The approach agreed in the context of the citizens’ rights Part of the Withdrawal Agreement reflects both Parties’ desire to give those citizens certainty. It in no way prejudges discussions on other elements of the Withdrawal Agreement, including governance, other separation issues or any possible transitional arrangements, nor discussions on the future relationship.

Ireland and Northern Ireland

Both Parties affirm that the achievements, benefits and commitments of the peace process will remain of paramount importance to peace, stability and reconciliation. They agree that the Good Friday or Belfast Agreement reached on 10 April 1998 by the United Kingdom Government, the Irish Government and the other participants in the multi-party negotiations (the ‘1998 Agreement’) must be protected in all its parts, and that this extends to the practical application of the 1998 Agreement on the island of Ireland and to the totality of the relationships set out in the Agreement.

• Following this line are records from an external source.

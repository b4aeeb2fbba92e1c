// Special values, limits, and the least and greatest of two numbers.
import { describe, expect, it, test } from "vitest";
import { max, min } from "../../src/ground/elementary/minMax.ts";
import { power } from "../../src/ground/elementary/power.ts";
import { every } from "./every.ts";
import { next, previous } from "./ulps.ts";

const LEAST = 5e-324;
const GREATEST = Number.MAX_VALUE;

const at: [string, number[], number][] = [
  ["exp", [0], 1],
  ["exp", [-0], 1],
  ["exp", [Infinity], Infinity],
  ["exp", [-Infinity], 0],
  ["exp", [NaN], NaN],
  ["exp", [LEAST], 1],
  ["exp", [-LEAST], 1],
  ["exp", [GREATEST], Infinity],
  ["exp", [-GREATEST], 0],
  // e^709.782712893384 = 1.79769313486227321783965e308, and at the next double it is above 2^1024 (mpmath)
  ["exp", [709.782712893384], 1.7976931348622732e308],
  ["exp", [next(709.782712893384)], Infinity],
  // e^x = 2^-1075 at x = −745.13321910194120762… (mpmath): half the least double
  ["exp", [-745.1332191019411], LEAST],
  ["exp", [-745.1332191019412], 0],
  ["log", [0], -Infinity],
  ["log", [-0], -Infinity],
  ["log", [1], 0],
  ["log", [Infinity], Infinity],
  ["log", [-Infinity], NaN],
  ["log", [-LEAST], NaN],
  ["log", [-1], NaN],
  ["log", [NaN], NaN],
  // −1074 ln 2 and 1024 ln 2 less 2^-53, rounded (mpmath)
  ["log", [LEAST], -744.4400719213812],
  ["log", [GREATEST], 709.782712893384],
  // −2^-53 − 2^-107, rounded, and 2^-52 − 2^-105, by Taylor's series
  ["log", [previous(1)], -(2 ** -53)],
  ["log", [next(1)], 2 ** -52 - 2 ** -105],
  ["tanh", [0], 0],
  ["tanh", [-0], -0],
  ["tanh", [Infinity], 1],
  ["tanh", [-Infinity], -1],
  ["tanh", [NaN], NaN],
  ["tanh", [LEAST], LEAST],
  ["tanh", [-LEAST], -LEAST],
  ["tanh", [GREATEST], 1],
  ["tanh", [20], 1],
  ["expm1", [0], 0],
  ["expm1", [-0], -0],
  ["expm1", [Infinity], Infinity],
  ["expm1", [-Infinity], -1],
  ["expm1", [NaN], NaN],
  ["expm1", [-LEAST], -LEAST],
  ["expm1", [-800], -1],
  ["expm1", [709.782712893384], 1.7976931348622732e308],
  ["expm1", [710], Infinity],
  ["log1p", [0], 0],
  ["log1p", [-0], -0],
  ["log1p", [-1], -Infinity],
  ["log1p", [Infinity], Infinity],
  ["log1p", [next(-1)], -36.7368005696771],
  ["log1p", [previous(-1)], NaN],
  ["log1p", [-Infinity], NaN],
  ["log1p", [NaN], NaN],
  ["log1p", [LEAST], LEAST],
  ["log1p", [GREATEST], 709.782712893384],
  ["cos", [0], 1],
  ["cos", [-0], 1],
  ["cos", [LEAST], 1],
  ["cos", [Infinity], NaN],
  ["cos", [-Infinity], NaN],
  ["cos", [NaN], NaN],
  ["cos", [next(1e6)], NaN],
  ["sin", [0], 0],
  ["sin", [-0], -0],
  ["sin", [-LEAST], -LEAST],
  ["sin", [Infinity], NaN],
  ["sin", [-Infinity], NaN],
  ["sin", [NaN], NaN],
  ["sin", [previous(-1e6)], NaN],
  ["power", [0, 2.5], 0],
  ["power", [-0, 2.5], 0],
  ["power", [0, -2.5], Infinity],
  ["power", [-0, -3], Infinity],
  ["power", [0, 0], 1],
  ["power", [0, Infinity], 0],
  ["power", [0, -Infinity], Infinity],
  ["power", [Infinity, 0.1], Infinity],
  ["power", [Infinity, -0.1], 0],
  ["power", [Infinity, 0], 1],
  ["power", [Infinity, Infinity], Infinity],
  ["power", [2, Infinity], Infinity],
  ["power", [2, -Infinity], 0],
  ["power", [0.5, Infinity], 0],
  ["power", [0.5, -Infinity], Infinity],
  ["power", [1, Infinity], NaN],
  ["power", [1, -Infinity], NaN],
  ["power", [1, 1e308], 1],
  ["power", [3, -0], 1],
  ["power", [NaN, 0], NaN],
  ["power", [NaN, 1], NaN],
  ["power", [0, NaN], NaN],
  ["power", [2, NaN], NaN],
  ["power", [-1, 2], NaN],
  ["power", [-LEAST, 2], NaN],
  ["power", [-Infinity, 2], NaN],
  ["power", [10, 309], Infinity],
  ["power", [10, -324], 0],
  ["power", [next(1), 1e300], Infinity],
  ["power", [previous(1), 1e300], 0],
  ["power", [7, 1e-320], 1],
  ["power", [LEAST, -1], Infinity],
];

test.each(at)("%s(%o) is %d", (name, x, expected) => {
  expect(every[name]?.(x)).toBe(expected);
});

test("there is a value wherever there should be one", () => {
  const faults: string[] = [];
  const check = (name: string, x: number[], holds: (y: number) => boolean): void => {
    const y = every[name]?.(x) ?? NaN;
    if (!holds(y)) faults.push(`${name}(${x}) = ${y}`);
  };
  for (let size = LEAST; size < Infinity; size *= 1.7) {
    for (const x of [size, -size]) {
      check("exp", [x], (y) => y >= 0);
      check("expm1", [x], (y) => y >= -1 && y > 0 === x > 0);
      check("tanh", [x], (y) => Math.abs(y) <= 1 && y > 0 === x > 0);
      check("cos", [x], (y) => (size <= 1e6 ? Math.abs(y) <= 1 : Number.isNaN(y)));
      check("sin", [x], (y) => (size <= 1e6 ? Math.abs(y) <= 1 : Number.isNaN(y)));
    }
    check("log", [size], (y) => Math.abs(y) < 745);
    check("log1p", [size], (y) => y > 0);
    for (const exponent of [-1e300, -3.3, -LEAST, LEAST, 0.2, 700, 1e300]) {
      check("power", [size, exponent], (y) => y >= 0);
    }
  }
  expect(faults).toEqual([]);
});

describe("power is exact where the exact result is a double", () => {
  it.each([
    [4, 0.5, 2],
    [9, 1.5, 27],
    [10, 22, 1e22],
    [3, 33, 5559060566555523],
    [0.25, -2.5, 32],
    [2, -1074, LEAST],
    [2, 1023, 8.98846567431158e307],
    [1.5, 5, 7.59375],
    [16, 0.25, 2],
  ])("%d^%d is %d", (base, exponent, expected) => {
    expect(power(base, exponent)).toBe(expected);
  });

  it("to the first power", () => {
    for (let x = LEAST; x < Infinity; x *= 3.1) expect(power(x, 1)).toBe(x);
  });
});

describe("min and max", () => {
  it("choose", () => {
    expect([min(1, 2), min(2, 1), max(1, 2), max(2, 1)]).toEqual([1, 1, 2, 2]);
    expect([min(-Infinity, 0), max(Infinity, 0)]).toEqual([-Infinity, Infinity]);
  });

  it("of equal zeros take the second", () => {
    expect([min(0, -0), min(-0, 0), max(0, -0), max(-0, 0)]).toEqual([-0, 0, -0, 0]);
  });

  it.each([
    [NaN, 1],
    [1, NaN],
    [NaN, NaN],
    [NaN, Infinity],
    [-Infinity, NaN],
  ])("of %d and %d are NaN", (a, b) => {
    expect(min(a, b)).toBeNaN();
    expect(max(a, b)).toBeNaN();
  });
});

The United Kingdom’s withdrawal from the European Union presents a significant and unique challenge in relation to the island of Ireland. The United Kingdom recalls its commitment to protecting the operation of the 1998 Agreement, including its subsequent implementation agreements and arrangements, and to the effective operation of each of the institutions and bodies established under them. The United Kingdom also recalls its commitment to the avoidance of a hard border, including any physical infrastructure or related checks and controls.

Both Parties recognise the need to respect the provisions of the 1998 Agreement regarding the constitutional status of Northern Ireland and the principle of consent. The commitments set out in this joint report are and must remain fully consistent with these provisions. The United Kingdom continues to respect and support fully Northern Ireland’s position as an integral part of the United Kingdom, consistent with the principle of consent.

The United Kingdom respects Ireland’s ongoing membership of the European Union and all of the corresponding rights and obligations that entails, in particular Ireland’s place in the Internal Market and the Customs Union. The United Kingdom also recalls its commitment to preserving the integrity of its internal market and Northern Ireland’s place within it, as the United Kingdom leaves the European Union’s Internal Market and Customs Union.

The commitments and principles outlined in this joint report will not pre-determine the outcome of wider discussions on the future relationship between the European Union and the United Kingdom and are, as necessary, specific to the unique circumstances on the island of Ireland. They are made and must be upheld in all circumstances, irrespective of the nature of any future agreement between the European Union and United Kingdom.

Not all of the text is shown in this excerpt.